PROBLEM STATEMENT ▸ Return the tail of the records exactly, starting from the line containing "an earlier version" and ending with the final line.

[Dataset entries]
========
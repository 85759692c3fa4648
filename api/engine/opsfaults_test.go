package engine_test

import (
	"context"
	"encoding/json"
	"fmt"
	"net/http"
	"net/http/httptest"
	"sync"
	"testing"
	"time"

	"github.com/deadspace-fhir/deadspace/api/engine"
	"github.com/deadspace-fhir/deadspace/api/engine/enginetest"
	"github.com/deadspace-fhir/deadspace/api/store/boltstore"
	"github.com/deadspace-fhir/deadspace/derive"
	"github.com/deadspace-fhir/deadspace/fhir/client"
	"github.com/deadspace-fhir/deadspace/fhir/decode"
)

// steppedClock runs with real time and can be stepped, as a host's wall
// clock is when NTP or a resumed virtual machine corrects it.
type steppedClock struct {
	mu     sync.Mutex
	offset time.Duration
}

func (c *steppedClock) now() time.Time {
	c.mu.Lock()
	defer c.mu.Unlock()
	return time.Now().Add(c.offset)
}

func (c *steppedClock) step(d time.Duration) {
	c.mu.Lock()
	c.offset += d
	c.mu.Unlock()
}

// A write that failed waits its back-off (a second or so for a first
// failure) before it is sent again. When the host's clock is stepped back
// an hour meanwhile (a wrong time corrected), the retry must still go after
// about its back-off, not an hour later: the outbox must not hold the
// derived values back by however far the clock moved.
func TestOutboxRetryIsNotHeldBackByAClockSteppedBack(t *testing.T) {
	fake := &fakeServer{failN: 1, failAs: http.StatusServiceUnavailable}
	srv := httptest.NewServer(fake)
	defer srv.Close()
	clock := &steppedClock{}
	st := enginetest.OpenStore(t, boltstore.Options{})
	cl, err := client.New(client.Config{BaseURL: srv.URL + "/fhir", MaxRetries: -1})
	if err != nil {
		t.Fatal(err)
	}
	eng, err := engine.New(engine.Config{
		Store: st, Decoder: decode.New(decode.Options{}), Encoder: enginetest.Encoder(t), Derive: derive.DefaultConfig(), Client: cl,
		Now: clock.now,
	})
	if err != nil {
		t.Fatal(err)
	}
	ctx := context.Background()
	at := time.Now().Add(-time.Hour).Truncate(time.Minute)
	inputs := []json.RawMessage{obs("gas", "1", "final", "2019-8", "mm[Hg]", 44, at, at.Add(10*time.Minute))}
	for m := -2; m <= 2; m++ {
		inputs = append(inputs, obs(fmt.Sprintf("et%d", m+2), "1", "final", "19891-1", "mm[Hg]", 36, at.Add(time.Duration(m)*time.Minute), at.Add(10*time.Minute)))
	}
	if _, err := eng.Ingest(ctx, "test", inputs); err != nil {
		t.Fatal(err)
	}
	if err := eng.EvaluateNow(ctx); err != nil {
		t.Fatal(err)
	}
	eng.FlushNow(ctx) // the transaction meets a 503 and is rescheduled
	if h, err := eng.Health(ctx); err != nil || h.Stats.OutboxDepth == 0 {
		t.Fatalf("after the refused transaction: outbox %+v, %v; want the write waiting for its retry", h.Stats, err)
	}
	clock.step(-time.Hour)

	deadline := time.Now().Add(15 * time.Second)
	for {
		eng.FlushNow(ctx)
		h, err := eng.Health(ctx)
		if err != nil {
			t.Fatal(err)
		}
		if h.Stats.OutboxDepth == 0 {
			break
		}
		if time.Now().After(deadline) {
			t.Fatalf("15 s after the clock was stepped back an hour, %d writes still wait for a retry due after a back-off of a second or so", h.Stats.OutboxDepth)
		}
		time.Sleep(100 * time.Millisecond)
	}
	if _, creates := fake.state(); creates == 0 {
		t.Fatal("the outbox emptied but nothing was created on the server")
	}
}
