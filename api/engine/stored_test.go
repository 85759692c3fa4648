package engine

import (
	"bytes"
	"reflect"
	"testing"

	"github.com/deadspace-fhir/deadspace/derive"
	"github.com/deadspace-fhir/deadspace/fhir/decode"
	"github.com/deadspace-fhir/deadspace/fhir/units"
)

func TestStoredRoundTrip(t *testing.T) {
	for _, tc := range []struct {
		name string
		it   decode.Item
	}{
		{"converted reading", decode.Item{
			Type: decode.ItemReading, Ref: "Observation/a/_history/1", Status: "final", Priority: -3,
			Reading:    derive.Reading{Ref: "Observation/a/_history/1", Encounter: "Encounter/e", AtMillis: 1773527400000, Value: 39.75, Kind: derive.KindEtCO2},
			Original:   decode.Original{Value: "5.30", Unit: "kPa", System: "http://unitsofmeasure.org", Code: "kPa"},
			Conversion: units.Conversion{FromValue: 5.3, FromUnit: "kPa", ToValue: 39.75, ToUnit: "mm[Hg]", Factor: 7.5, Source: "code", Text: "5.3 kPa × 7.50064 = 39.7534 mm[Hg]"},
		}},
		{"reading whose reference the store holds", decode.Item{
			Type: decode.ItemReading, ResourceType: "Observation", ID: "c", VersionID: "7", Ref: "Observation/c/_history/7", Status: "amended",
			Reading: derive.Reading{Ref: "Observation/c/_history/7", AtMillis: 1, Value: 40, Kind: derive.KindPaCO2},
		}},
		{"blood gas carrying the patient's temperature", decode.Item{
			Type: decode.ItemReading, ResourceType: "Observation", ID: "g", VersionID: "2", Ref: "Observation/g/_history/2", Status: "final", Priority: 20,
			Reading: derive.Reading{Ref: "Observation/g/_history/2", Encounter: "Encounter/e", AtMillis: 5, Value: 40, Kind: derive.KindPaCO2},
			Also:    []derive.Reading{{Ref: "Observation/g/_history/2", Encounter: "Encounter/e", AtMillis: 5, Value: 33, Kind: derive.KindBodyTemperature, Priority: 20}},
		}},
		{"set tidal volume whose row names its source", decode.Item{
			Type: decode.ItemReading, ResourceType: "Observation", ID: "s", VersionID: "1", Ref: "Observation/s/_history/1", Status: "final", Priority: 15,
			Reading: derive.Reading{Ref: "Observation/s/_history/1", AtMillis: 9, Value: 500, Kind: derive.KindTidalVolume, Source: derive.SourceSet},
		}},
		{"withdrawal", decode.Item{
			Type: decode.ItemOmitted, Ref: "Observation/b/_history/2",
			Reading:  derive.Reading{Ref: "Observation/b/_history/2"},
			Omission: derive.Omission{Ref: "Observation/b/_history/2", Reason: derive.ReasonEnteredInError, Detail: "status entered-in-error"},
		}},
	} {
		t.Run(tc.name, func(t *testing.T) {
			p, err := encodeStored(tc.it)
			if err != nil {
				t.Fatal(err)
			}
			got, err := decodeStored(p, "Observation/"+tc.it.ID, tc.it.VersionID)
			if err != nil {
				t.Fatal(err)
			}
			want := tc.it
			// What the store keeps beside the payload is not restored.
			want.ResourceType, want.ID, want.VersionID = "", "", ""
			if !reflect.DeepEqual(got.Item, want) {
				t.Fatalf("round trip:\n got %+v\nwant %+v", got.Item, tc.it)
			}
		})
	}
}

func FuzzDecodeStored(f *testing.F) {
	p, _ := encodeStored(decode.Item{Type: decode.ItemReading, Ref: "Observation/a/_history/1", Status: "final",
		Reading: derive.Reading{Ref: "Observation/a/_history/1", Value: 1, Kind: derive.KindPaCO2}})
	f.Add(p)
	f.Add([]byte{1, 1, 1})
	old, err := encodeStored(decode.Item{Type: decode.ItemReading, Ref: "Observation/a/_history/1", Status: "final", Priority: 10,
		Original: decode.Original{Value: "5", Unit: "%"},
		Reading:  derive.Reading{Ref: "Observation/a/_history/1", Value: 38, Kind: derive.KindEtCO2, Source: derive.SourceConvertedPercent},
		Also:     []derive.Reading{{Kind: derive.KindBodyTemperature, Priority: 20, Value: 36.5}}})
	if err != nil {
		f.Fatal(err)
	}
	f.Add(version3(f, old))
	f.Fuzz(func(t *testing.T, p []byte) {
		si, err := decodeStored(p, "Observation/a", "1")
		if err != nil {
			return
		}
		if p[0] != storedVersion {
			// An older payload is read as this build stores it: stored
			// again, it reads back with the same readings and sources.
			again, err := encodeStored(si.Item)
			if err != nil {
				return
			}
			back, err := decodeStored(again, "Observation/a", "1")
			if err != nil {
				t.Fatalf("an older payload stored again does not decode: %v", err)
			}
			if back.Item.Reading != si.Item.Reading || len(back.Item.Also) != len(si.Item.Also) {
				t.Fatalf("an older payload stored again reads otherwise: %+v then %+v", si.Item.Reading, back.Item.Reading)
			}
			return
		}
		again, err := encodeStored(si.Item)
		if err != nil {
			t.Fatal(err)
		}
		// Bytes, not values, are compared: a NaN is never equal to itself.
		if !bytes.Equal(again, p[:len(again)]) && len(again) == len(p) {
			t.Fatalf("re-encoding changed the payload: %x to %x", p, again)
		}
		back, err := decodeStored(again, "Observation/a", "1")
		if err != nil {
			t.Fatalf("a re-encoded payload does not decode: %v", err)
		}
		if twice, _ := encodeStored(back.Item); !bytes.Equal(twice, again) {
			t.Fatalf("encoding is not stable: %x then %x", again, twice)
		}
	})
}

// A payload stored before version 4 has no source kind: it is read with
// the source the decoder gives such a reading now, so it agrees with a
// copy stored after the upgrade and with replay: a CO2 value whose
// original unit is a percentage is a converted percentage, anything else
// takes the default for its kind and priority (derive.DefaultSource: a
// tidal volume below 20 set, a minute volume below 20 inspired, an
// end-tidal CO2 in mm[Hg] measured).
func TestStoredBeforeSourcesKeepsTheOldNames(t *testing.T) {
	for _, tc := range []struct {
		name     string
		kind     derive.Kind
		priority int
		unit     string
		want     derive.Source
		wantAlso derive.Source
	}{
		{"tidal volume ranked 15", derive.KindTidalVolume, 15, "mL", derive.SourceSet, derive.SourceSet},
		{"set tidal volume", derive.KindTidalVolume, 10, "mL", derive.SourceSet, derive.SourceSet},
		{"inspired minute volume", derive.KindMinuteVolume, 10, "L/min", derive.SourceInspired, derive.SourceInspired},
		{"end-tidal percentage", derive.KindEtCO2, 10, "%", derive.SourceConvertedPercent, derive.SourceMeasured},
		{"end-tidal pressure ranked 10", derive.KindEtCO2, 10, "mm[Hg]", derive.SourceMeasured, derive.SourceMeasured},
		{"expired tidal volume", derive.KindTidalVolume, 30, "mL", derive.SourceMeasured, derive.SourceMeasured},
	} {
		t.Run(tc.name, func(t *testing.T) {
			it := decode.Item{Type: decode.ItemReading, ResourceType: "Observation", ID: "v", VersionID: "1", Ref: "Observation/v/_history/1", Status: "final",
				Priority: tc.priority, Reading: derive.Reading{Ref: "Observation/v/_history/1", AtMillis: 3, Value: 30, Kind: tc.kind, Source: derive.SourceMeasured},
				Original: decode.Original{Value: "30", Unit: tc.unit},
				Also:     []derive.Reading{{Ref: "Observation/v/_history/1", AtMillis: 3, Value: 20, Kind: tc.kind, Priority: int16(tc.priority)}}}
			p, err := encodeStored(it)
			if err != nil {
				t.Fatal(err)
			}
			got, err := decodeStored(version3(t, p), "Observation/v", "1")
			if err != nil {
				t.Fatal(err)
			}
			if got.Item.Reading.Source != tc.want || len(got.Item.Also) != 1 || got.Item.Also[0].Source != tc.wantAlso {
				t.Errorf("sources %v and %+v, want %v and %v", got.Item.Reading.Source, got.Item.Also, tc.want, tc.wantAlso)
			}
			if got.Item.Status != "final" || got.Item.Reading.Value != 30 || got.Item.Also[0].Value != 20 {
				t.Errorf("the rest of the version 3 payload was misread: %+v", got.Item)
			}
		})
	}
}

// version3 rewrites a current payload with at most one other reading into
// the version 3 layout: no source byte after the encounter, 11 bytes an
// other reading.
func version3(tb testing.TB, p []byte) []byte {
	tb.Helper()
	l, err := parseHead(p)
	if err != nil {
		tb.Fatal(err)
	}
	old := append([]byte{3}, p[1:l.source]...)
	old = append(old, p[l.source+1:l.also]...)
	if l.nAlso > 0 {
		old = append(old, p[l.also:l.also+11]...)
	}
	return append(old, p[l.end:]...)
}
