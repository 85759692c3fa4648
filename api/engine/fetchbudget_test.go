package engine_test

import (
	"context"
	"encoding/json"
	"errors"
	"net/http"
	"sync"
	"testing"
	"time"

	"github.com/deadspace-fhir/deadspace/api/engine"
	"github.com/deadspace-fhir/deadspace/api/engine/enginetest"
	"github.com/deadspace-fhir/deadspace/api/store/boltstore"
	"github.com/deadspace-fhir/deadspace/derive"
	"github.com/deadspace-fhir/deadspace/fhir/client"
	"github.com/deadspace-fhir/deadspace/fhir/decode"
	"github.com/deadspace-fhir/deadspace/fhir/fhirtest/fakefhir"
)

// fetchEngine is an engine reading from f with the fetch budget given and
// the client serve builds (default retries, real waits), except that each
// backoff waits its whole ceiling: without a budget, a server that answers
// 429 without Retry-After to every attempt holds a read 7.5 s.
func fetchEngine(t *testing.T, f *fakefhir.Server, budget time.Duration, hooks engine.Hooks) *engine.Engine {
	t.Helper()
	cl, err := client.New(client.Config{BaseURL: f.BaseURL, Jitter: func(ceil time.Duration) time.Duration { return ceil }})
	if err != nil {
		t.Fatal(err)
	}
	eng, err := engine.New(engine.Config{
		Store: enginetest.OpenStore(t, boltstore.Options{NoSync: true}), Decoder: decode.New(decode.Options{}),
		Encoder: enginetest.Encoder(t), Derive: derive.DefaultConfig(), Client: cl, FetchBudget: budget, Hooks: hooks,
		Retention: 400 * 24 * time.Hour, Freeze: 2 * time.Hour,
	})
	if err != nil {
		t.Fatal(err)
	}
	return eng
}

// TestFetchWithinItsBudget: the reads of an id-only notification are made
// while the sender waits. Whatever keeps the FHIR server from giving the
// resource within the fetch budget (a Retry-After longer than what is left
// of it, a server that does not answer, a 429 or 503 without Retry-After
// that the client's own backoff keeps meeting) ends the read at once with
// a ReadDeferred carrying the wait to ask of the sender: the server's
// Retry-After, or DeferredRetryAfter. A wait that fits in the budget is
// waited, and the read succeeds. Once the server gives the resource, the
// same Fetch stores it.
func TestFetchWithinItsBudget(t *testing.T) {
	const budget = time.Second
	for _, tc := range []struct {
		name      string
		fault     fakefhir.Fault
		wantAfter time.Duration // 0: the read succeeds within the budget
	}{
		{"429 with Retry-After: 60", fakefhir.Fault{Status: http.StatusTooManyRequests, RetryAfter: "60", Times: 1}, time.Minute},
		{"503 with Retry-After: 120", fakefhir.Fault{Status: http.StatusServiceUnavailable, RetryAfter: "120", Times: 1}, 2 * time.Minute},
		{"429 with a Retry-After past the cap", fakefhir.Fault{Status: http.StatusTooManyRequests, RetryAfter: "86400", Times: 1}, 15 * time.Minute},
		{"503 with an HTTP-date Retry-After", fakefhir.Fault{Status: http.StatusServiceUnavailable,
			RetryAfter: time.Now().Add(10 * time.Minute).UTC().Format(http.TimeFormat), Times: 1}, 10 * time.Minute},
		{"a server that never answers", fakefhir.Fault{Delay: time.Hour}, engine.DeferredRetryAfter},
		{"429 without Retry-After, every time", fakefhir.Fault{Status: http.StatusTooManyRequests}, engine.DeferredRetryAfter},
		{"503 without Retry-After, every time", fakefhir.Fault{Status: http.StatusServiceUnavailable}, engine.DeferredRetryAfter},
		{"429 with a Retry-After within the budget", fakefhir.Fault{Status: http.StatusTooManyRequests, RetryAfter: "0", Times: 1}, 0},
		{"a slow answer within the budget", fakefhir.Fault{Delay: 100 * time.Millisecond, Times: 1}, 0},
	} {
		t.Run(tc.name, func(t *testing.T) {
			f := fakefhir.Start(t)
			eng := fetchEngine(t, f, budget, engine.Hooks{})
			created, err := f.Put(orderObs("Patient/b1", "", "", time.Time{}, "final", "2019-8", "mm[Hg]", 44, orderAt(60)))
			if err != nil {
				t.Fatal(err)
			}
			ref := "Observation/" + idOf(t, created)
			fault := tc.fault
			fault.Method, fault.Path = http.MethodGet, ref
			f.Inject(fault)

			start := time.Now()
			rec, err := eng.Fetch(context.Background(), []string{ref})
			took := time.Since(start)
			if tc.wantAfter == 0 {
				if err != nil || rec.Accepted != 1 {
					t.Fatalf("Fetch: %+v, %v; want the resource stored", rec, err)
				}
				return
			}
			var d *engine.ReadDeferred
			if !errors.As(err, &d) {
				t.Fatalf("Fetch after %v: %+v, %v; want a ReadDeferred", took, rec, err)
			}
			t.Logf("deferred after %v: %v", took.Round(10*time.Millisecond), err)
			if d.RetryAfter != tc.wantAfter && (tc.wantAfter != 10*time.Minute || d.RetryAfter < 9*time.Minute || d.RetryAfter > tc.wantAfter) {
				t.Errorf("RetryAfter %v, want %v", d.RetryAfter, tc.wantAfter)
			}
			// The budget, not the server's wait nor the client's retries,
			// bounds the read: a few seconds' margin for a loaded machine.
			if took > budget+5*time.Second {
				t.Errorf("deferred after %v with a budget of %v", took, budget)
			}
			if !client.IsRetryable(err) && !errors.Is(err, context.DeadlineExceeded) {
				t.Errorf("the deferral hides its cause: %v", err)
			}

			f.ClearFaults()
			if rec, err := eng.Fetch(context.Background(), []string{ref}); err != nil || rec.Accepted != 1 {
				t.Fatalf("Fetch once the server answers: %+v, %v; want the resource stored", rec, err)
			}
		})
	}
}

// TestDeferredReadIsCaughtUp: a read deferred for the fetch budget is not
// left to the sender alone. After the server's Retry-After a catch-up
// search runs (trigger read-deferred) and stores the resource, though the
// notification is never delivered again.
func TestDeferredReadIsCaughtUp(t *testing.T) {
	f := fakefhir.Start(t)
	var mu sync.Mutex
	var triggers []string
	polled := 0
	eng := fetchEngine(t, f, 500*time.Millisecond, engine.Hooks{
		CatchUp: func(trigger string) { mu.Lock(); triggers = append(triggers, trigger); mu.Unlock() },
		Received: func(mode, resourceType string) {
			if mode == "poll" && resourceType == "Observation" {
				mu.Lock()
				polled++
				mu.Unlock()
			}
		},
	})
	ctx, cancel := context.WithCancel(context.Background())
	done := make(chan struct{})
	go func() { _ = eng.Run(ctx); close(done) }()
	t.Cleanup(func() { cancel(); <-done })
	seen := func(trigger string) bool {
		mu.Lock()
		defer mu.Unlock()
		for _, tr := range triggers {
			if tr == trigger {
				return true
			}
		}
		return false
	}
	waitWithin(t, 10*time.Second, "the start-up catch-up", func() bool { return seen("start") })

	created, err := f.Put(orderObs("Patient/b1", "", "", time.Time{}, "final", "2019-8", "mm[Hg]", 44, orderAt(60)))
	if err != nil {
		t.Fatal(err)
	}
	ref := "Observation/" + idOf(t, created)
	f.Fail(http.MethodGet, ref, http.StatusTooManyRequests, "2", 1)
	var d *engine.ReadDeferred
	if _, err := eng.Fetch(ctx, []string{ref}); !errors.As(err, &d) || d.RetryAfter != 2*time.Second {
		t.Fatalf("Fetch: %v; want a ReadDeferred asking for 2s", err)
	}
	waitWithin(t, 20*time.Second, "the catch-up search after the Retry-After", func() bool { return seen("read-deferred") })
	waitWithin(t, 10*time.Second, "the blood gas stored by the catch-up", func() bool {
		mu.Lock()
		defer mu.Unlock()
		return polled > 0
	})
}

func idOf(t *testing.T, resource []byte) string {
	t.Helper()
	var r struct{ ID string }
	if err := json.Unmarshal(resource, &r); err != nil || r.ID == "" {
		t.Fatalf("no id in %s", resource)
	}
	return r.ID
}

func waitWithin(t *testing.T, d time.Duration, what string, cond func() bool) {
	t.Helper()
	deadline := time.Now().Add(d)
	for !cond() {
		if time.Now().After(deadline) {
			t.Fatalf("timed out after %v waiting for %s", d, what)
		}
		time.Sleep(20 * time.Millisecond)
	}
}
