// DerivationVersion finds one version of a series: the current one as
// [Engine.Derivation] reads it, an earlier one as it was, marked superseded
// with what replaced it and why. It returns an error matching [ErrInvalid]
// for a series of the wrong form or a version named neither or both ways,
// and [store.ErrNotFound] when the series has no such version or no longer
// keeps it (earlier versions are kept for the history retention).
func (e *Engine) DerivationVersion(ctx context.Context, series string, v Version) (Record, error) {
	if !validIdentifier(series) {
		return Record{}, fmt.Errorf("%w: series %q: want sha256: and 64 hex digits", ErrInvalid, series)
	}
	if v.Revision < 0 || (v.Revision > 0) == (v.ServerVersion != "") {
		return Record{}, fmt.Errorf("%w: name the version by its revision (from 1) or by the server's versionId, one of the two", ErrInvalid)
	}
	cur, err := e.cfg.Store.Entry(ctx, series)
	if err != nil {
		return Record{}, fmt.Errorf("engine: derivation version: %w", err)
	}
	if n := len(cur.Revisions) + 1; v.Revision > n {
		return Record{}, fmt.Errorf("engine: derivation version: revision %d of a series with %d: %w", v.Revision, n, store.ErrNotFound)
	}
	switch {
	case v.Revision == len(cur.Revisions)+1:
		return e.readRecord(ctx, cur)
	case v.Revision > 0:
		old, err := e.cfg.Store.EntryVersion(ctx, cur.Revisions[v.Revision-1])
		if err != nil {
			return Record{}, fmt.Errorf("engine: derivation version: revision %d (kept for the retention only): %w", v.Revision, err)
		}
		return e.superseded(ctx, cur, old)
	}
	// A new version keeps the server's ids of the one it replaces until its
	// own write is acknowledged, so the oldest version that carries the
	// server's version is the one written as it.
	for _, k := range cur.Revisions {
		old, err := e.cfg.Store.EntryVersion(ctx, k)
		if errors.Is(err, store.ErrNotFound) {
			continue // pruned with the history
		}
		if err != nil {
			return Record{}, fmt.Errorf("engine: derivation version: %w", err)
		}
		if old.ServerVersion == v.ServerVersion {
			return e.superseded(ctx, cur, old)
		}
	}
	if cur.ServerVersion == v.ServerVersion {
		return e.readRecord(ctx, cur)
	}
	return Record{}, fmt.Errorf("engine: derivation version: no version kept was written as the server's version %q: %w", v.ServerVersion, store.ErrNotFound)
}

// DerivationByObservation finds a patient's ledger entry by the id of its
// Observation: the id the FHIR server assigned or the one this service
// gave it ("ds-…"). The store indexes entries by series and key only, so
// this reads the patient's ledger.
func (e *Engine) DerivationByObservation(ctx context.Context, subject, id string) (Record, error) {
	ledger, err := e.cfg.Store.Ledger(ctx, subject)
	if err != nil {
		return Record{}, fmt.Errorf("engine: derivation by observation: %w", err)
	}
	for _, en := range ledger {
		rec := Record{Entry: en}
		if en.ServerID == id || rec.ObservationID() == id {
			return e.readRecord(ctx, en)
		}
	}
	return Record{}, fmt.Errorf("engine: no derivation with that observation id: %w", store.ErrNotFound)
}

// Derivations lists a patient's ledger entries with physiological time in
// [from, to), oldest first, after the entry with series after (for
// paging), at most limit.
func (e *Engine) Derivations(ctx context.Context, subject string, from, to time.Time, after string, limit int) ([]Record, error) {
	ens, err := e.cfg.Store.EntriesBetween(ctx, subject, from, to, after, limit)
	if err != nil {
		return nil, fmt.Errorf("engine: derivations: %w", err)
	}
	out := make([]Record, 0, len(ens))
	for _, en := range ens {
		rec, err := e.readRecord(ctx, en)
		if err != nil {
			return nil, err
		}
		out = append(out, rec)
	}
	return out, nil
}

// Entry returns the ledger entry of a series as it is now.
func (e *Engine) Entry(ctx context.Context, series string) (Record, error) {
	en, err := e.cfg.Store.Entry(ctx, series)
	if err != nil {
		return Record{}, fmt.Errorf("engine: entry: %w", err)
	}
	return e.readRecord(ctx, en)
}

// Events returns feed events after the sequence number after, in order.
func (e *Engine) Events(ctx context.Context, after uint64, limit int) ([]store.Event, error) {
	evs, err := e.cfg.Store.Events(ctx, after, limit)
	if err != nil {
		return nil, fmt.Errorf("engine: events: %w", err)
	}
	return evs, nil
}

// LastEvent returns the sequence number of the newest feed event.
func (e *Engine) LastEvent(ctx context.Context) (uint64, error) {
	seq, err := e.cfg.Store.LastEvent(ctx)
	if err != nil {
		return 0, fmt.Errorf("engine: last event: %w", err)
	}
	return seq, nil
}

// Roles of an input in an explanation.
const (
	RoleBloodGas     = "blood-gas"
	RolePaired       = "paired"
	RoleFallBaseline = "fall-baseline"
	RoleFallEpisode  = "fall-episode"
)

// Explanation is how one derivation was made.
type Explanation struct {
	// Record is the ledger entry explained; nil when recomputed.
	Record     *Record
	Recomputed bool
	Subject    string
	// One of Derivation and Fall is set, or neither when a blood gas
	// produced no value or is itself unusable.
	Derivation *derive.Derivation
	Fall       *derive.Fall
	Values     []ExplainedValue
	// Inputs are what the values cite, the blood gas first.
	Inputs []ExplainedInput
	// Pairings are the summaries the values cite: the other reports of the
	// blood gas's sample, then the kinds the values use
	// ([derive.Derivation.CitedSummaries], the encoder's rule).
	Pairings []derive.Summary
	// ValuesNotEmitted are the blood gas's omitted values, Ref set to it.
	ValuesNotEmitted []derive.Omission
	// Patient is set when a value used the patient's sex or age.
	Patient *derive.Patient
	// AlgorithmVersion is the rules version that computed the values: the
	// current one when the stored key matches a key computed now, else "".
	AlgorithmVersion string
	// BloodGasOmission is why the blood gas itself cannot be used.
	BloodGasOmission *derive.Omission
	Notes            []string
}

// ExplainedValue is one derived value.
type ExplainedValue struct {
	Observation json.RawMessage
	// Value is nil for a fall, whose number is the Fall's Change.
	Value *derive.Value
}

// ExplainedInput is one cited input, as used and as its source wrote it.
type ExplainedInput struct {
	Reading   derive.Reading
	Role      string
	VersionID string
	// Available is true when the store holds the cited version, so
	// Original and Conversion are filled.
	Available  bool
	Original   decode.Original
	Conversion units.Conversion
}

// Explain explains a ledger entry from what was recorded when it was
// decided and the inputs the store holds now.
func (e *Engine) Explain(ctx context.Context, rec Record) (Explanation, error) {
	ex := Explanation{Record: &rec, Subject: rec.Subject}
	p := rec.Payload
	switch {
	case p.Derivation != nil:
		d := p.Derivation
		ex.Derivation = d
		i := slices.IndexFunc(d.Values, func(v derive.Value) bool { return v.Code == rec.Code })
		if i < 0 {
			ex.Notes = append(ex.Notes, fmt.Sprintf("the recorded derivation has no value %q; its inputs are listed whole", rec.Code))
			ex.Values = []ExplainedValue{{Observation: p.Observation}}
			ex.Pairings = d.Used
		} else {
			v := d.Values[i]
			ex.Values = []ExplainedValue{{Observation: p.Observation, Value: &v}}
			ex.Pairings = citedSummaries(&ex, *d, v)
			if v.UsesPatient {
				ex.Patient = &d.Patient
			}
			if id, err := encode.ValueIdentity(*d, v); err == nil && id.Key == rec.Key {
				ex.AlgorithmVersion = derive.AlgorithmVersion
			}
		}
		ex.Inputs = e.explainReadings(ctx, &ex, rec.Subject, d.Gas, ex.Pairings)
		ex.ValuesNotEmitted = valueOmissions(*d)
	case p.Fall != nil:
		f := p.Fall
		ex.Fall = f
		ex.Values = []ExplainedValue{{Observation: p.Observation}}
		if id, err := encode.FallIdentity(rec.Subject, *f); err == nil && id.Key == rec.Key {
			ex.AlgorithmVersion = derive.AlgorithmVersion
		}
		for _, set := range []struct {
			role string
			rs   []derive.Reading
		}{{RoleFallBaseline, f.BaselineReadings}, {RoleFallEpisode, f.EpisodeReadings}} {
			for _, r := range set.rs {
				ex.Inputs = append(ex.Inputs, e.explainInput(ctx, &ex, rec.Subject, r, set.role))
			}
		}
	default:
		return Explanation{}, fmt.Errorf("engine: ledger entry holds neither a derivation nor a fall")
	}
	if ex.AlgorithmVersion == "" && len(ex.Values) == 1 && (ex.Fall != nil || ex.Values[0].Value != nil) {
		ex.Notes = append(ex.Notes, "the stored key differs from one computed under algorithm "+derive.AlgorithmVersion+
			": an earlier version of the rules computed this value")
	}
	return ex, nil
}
========
ANSWER TO THIS EXERCISE ▸
			": an earlier version of the rules computed this value")
	}
	return ex, nil
}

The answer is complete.